_About this exercise_
Count lines with "disabled" below; give only the number.

----

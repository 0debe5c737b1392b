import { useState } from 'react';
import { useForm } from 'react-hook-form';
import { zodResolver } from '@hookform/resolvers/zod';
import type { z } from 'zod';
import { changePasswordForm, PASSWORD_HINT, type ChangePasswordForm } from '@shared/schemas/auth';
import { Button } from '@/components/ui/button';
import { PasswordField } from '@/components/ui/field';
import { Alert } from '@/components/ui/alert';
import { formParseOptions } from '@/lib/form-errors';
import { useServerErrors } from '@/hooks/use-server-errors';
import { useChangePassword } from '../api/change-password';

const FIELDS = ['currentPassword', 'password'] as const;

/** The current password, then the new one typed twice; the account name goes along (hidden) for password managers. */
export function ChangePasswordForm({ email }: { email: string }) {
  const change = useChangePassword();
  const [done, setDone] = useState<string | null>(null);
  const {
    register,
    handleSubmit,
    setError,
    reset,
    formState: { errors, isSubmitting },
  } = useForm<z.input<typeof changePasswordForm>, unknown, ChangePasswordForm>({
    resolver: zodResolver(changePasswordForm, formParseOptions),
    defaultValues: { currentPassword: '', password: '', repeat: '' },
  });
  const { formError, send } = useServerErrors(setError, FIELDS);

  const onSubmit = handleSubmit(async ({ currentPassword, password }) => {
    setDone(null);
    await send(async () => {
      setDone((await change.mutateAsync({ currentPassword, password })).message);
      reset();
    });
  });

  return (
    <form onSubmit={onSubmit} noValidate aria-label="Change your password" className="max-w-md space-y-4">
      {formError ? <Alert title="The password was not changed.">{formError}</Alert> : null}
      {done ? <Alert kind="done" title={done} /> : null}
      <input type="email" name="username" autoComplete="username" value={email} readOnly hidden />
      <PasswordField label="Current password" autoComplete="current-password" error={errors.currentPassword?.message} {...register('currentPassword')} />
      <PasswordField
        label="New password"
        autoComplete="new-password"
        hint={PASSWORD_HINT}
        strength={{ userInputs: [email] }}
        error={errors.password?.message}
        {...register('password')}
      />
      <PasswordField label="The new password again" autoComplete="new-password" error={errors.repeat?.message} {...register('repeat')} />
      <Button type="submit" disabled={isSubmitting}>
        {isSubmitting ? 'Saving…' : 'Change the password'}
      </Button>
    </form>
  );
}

----

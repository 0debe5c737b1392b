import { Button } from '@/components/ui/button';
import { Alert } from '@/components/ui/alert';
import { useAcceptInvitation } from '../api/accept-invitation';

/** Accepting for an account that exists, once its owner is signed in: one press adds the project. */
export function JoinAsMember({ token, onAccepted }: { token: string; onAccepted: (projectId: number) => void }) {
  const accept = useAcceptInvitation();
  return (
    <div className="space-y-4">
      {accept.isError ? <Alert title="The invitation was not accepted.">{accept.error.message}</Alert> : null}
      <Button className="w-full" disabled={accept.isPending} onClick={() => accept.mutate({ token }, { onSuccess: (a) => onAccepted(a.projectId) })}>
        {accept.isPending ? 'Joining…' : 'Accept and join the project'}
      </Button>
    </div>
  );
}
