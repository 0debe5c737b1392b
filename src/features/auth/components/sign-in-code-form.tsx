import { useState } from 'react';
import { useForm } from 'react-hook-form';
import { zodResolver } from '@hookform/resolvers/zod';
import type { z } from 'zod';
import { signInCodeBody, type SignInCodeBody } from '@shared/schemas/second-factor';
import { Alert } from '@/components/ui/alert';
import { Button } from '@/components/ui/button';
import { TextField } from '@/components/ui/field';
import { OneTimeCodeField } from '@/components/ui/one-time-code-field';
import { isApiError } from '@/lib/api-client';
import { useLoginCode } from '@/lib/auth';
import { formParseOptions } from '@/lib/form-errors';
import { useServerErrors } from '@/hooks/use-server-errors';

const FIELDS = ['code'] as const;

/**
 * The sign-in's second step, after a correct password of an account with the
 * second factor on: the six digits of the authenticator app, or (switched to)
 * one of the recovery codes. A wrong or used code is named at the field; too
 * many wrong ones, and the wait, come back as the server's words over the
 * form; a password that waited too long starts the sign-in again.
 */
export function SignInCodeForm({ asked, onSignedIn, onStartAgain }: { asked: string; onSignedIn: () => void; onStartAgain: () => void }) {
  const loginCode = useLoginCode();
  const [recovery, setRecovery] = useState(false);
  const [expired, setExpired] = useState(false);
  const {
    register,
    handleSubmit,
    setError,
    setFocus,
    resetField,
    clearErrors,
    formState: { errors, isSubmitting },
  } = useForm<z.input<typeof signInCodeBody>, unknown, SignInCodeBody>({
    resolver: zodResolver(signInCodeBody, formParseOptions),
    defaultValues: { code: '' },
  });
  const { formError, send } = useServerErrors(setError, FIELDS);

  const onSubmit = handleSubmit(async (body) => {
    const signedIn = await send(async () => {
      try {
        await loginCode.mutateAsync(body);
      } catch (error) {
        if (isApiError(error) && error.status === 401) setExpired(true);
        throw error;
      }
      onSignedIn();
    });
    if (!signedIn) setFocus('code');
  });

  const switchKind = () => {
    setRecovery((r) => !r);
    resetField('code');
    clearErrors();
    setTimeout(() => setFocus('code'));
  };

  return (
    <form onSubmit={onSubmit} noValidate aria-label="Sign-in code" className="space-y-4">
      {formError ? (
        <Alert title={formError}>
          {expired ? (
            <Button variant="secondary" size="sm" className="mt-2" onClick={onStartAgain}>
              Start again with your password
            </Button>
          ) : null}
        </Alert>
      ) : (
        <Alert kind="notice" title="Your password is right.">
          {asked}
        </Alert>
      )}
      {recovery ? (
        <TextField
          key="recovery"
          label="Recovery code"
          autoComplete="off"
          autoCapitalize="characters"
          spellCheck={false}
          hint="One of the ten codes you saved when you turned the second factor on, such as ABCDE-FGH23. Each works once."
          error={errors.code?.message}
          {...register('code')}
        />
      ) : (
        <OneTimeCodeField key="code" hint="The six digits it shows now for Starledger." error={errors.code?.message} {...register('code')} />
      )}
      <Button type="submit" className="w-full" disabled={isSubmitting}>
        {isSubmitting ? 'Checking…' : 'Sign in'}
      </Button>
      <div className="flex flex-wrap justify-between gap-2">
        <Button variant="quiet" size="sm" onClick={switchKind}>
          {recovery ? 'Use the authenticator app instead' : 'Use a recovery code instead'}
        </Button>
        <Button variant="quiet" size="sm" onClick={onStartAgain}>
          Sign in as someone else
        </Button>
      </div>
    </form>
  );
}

----

_Problem solution_
3